INFORMATION SUPPLIED Block Start

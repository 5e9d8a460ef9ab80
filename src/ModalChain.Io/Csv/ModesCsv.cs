using ModalChain.Core.Analyses.Modal;

namespace ModalChain.Io.Csv;

/// <summary>Writes a modal result as CSV: one row per mode, SI units in the header, shape columns per mass.</summary>
public static class ModesCsv
{
    /// <summary>Writes the header and one row per mode to <paramref name="writer"/>.</summary>
    public static void Write(TextWriter writer, ModalResult result)
    {
        // Line models: a column per mass (linked masses repeat their shared DOF); plane and 3d models: a column per DOF label.
        var spatial = result.Network.Space != Core.Model.ModelSpace.Line;
        var dofs = spatial ? [.. Enumerable.Range(0, result.Matrices.Size).Select(result.Matrices.Dofs.Label)] : result.Network.Masses.Select(m => m.Name).ToArray();
        writer.Write(CsvText.Row([
            "mode", "frequency [Hz]", "omega [rad/s]", "period [s]", "participation [kg^0.5]", "effective mass [kg]",
            "effective mass fraction [1]", "cumulative fraction [1]", .. dofs.Select(d => $"shape {d} [kg^-0.5]")]));
        writer.Write('\n');
        foreach (var m in result.Modes)
        {
            writer.Write(CsvText.Row([
                m.Number.ToString(System.Globalization.CultureInfo.InvariantCulture),
                CsvText.Number(m.NaturalFrequencyHz), CsvText.Number(m.AngularFrequency), CsvText.Number(m.PeriodSeconds),
                CsvText.Number(m.ParticipationFactor), CsvText.Number(m.EffectiveModalMass),
                CsvText.Number(m.EffectiveMassFraction), CsvText.Number(m.CumulativeEffectiveMassFraction),
                .. (spatial ? m.Shape : result.ShapeByMass(m)).Select(CsvText.Number)]));
            writer.Write('\n');
        }
    }
}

INFORMATION SUPPLIED Block End

**EXERCISE PROMPT:**
Once the lines of the entries containing the word "ModesCsv" have been counted, report the number alone.

**RESPONSE TO THIS EXERCISE:**
2